#### Task objective
Could you find each line of the data below that contains the word "properties" and copy those lines?
-- Opening Marker --
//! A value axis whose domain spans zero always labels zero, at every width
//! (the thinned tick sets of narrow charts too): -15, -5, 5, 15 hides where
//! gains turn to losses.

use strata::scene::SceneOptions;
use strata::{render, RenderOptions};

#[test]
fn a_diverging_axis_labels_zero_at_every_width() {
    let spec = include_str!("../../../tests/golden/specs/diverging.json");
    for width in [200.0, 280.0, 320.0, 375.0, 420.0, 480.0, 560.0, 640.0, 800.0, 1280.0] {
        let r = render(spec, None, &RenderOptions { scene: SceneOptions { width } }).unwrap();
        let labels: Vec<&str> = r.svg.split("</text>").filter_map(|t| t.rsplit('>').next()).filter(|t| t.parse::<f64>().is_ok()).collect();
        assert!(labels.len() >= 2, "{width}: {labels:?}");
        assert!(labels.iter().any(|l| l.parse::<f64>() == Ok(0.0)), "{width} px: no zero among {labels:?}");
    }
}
-- Closing Marker --
-- Opening Marker --
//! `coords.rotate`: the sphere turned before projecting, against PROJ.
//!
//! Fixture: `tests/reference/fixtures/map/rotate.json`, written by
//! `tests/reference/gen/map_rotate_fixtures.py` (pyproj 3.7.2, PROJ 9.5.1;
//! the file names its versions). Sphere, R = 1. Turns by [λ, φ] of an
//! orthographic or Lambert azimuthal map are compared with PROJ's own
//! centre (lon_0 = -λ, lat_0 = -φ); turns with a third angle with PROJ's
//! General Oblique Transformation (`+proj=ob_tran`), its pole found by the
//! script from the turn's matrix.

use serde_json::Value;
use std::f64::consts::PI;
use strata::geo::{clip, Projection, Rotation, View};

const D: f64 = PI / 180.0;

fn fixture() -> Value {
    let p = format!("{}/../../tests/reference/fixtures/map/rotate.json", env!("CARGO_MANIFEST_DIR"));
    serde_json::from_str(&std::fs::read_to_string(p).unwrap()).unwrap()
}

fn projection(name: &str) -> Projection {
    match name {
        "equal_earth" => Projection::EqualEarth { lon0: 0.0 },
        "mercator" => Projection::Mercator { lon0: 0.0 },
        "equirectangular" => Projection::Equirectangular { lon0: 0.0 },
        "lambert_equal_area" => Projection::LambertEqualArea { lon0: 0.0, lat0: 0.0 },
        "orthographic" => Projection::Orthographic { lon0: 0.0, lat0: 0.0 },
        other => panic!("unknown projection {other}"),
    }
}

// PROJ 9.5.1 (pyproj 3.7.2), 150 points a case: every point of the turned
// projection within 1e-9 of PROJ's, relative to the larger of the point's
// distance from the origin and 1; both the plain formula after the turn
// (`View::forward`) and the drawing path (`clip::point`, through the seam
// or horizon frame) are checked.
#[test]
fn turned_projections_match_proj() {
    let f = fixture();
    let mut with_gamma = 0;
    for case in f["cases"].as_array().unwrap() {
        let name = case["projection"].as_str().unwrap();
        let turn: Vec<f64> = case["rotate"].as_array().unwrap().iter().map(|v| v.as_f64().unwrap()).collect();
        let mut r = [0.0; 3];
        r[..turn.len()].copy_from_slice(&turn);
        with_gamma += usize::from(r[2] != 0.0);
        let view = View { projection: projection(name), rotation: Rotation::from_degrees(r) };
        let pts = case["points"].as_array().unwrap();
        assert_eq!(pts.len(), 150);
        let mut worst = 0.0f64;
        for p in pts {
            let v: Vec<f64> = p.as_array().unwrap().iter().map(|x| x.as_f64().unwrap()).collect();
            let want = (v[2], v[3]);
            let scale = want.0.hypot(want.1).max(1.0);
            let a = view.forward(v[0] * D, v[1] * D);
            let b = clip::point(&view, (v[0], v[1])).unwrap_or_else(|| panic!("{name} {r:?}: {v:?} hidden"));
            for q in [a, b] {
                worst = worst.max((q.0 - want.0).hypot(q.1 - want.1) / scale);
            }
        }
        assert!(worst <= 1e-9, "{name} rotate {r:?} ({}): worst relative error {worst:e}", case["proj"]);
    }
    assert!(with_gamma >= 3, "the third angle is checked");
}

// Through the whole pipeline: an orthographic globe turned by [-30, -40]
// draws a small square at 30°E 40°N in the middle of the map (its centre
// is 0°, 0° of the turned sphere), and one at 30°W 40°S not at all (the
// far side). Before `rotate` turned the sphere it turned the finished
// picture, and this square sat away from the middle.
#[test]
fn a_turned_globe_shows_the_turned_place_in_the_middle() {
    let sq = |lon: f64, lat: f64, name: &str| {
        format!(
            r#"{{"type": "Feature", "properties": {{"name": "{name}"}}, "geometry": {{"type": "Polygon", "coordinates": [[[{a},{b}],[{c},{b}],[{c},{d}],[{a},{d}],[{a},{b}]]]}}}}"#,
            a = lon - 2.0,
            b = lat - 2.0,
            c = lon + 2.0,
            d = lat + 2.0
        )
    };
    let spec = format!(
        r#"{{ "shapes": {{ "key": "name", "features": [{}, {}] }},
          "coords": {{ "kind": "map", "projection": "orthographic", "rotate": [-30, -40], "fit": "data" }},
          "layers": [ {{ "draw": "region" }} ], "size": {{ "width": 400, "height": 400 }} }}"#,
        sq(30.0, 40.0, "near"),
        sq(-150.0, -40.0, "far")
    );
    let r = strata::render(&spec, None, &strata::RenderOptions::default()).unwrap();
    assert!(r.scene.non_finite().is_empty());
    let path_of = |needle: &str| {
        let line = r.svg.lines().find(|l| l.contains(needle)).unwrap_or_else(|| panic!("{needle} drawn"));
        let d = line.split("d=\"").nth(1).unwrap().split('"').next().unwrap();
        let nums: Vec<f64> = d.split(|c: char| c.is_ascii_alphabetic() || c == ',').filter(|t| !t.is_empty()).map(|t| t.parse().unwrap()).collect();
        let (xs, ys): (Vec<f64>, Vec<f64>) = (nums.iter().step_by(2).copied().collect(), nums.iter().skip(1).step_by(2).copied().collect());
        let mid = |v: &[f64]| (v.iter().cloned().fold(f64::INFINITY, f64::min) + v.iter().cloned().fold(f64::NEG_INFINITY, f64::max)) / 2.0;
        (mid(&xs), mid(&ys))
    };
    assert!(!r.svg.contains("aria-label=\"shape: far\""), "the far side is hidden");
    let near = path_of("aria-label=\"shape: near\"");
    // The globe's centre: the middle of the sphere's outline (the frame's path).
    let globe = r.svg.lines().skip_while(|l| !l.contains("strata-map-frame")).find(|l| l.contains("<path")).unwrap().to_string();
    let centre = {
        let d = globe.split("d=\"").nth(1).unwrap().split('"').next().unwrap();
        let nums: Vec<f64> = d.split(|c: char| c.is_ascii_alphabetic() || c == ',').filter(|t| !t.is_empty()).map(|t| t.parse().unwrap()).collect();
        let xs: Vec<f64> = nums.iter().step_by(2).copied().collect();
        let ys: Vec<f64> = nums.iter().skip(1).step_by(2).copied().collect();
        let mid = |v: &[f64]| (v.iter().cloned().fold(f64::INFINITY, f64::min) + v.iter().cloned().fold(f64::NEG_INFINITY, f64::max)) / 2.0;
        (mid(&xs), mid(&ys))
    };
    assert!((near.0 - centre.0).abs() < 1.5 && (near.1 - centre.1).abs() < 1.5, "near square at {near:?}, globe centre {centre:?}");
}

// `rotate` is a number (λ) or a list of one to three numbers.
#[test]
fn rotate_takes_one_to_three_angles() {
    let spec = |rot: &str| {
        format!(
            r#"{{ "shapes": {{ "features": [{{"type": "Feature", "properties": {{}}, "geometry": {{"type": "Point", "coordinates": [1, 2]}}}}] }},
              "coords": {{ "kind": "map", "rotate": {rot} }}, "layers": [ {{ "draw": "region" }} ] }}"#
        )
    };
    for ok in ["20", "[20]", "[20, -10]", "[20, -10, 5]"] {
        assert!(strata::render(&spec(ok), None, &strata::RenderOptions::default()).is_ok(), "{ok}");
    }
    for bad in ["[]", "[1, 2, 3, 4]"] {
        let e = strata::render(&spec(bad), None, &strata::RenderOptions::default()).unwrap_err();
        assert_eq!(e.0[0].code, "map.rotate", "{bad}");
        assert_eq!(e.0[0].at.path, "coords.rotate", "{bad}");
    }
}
-- Closing Marker --
-- Opening Marker --
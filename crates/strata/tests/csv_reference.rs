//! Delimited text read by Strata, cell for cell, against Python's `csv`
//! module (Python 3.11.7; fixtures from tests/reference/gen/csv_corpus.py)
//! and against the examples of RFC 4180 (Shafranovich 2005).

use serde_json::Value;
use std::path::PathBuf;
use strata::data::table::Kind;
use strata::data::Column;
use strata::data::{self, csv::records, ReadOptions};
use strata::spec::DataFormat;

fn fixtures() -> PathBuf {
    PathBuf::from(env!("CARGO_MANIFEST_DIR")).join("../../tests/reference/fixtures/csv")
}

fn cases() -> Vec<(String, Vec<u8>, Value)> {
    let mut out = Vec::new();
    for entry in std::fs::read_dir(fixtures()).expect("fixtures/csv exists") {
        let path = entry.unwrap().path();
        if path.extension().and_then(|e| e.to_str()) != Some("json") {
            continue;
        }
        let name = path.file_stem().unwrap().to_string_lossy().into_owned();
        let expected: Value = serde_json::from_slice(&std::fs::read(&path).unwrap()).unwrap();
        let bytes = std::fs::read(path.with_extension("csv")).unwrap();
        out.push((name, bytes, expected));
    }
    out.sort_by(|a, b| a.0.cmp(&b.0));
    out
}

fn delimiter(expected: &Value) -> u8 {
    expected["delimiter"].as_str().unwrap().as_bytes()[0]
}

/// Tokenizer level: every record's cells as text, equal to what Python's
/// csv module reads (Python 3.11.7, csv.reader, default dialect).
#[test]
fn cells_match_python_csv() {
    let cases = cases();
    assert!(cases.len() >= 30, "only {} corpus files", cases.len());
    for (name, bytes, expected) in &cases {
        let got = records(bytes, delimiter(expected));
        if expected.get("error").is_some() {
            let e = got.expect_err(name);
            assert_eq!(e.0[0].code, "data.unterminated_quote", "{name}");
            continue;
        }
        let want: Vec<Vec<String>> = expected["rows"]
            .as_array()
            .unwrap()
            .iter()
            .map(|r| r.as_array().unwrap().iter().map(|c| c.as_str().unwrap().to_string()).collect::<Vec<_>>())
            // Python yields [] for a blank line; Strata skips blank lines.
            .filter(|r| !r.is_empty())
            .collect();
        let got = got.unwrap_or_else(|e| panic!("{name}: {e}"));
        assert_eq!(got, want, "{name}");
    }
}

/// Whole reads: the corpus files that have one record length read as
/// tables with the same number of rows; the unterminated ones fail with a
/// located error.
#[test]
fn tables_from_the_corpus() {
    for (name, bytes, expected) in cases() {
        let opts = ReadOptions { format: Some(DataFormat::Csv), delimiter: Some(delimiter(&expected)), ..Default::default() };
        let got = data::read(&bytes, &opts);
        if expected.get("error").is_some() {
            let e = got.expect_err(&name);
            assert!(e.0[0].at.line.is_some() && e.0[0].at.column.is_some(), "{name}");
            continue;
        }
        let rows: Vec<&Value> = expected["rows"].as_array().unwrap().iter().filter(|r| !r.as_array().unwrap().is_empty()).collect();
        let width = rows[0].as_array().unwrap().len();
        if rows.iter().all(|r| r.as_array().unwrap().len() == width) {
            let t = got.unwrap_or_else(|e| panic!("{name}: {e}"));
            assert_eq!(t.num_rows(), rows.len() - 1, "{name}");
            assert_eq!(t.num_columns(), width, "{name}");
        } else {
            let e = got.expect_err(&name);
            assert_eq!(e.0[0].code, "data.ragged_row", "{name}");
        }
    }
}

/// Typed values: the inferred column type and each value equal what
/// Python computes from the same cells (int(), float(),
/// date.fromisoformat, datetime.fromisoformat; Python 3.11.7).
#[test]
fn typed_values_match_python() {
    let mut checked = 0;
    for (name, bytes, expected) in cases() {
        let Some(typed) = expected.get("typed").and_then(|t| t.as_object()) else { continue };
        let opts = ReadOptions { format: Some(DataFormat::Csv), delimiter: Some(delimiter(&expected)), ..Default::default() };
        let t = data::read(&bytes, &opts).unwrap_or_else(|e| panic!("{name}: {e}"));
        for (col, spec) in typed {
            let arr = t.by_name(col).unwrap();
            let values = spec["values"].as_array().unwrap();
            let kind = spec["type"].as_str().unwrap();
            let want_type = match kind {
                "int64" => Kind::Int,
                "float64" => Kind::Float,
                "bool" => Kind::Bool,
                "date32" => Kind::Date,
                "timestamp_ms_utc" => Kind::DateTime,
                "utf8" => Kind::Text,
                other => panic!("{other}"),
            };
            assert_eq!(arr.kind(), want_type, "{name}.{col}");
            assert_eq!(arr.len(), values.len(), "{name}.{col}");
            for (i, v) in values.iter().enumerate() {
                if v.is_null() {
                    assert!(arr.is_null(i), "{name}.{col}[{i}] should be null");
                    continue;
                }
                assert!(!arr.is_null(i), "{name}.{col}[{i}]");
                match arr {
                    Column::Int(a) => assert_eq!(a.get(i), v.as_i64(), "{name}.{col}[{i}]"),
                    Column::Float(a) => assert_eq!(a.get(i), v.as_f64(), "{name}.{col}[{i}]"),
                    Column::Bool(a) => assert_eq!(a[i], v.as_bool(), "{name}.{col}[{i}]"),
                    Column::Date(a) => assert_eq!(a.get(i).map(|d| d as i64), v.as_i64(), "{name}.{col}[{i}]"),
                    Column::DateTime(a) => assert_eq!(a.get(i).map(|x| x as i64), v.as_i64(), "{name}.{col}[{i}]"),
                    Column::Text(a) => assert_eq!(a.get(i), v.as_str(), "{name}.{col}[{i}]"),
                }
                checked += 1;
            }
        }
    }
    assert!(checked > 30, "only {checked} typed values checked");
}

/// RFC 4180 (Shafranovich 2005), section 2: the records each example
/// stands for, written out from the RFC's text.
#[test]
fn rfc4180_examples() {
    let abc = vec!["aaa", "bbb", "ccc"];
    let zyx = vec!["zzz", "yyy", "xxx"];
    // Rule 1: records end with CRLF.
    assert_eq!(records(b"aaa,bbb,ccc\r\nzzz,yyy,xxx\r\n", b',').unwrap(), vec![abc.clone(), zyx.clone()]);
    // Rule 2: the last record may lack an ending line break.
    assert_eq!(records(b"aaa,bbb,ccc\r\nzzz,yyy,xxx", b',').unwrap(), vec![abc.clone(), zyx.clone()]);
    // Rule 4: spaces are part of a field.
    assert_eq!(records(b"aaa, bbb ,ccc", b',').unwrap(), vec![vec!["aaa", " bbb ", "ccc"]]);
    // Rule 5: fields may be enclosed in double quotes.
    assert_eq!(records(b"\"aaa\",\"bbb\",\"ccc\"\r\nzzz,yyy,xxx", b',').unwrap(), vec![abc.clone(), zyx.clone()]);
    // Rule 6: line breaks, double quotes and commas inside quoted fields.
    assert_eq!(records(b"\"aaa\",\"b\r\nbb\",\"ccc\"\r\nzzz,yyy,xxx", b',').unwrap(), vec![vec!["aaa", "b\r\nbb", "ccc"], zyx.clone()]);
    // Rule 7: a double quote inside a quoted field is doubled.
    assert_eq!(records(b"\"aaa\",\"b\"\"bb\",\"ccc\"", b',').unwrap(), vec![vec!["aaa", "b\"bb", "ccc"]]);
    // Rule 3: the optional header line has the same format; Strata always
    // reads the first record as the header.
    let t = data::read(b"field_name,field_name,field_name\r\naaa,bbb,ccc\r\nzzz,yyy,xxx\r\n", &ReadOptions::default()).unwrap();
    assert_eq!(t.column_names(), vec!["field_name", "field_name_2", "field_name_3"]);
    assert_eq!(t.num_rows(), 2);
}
-- Closing Marker --
#### Solution to the exercise
            r#"{{"type": "Feature", "properties": {{"name": "{name}"}}, "geometry": {{"type": "Polygon", "coordinates": [[[{a},{b}],[{c},{b}],[{c},{d}],[{a},{d}],[{a},{b}]]]}}}}"#,
            r#"{{ "shapes": {{ "features": [{{"type": "Feature", "properties": {{}}, "geometry": {{"type": "Point", "coordinates": [1, 2]}}}}] }},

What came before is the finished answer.